REQUIREMENT: Across the following data, how many lines include the string "trivia"? Reply with the number and nothing more.

RECORD EXTRACTS:
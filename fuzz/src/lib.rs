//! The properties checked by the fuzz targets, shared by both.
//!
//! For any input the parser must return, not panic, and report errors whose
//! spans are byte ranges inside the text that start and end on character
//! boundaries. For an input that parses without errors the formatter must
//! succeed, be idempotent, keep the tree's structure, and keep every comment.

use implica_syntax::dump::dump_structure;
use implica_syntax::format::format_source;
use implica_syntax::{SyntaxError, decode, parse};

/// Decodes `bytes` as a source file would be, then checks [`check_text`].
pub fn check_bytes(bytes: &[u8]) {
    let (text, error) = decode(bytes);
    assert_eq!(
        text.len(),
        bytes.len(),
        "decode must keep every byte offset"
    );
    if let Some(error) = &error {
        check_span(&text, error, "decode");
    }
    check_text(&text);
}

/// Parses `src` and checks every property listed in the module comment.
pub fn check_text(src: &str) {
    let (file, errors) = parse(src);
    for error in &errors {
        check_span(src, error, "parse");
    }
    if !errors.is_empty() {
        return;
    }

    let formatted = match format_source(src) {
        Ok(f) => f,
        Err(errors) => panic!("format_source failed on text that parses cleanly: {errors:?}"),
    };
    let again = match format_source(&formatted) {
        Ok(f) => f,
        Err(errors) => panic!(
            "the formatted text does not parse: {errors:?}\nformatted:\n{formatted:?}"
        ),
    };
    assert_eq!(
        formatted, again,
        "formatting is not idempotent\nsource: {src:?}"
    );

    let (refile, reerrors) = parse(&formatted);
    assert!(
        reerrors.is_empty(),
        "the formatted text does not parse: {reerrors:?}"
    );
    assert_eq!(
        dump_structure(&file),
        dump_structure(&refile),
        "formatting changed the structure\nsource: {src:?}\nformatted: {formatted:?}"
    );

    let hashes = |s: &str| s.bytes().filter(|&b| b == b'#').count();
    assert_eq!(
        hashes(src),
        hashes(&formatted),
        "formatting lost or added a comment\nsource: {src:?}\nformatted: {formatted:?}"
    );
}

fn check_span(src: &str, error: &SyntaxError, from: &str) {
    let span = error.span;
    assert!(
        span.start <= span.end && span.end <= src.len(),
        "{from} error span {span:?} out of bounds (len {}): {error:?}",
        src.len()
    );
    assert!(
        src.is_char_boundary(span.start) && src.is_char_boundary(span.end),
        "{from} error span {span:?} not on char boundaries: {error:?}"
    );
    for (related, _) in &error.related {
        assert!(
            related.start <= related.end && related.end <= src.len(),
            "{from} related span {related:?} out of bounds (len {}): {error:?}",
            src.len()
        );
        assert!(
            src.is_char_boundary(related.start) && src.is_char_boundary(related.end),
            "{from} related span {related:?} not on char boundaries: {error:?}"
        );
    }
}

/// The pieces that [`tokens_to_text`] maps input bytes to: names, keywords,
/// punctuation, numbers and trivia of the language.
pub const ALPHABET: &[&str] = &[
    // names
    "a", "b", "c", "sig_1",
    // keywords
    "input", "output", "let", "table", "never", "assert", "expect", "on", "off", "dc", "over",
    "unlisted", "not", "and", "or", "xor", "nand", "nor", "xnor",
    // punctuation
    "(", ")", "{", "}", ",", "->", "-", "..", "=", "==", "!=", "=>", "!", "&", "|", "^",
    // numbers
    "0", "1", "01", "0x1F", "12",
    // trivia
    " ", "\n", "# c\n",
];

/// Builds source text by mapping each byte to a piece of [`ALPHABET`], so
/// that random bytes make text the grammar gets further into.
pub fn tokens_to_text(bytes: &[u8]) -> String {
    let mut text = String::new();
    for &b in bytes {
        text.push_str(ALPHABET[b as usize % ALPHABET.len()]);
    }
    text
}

...

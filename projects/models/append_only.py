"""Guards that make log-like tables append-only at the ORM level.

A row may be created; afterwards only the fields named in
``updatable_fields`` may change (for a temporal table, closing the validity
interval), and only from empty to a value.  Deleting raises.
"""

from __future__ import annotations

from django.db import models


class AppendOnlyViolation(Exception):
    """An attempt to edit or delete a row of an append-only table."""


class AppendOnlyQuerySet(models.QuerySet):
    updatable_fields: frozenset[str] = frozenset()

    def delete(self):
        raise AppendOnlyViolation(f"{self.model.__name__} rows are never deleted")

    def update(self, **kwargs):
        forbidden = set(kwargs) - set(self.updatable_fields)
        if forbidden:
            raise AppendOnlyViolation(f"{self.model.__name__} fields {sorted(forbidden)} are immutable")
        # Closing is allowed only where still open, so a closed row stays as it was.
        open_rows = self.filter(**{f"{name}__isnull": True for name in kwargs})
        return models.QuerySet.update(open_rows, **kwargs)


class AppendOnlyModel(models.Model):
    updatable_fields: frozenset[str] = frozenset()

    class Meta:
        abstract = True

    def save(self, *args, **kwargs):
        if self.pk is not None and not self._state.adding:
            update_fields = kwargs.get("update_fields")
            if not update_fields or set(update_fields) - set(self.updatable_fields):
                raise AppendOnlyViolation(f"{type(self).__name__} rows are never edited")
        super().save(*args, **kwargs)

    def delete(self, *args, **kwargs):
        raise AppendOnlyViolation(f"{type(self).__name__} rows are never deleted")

RESULT FOR THIS EXERCISE: 2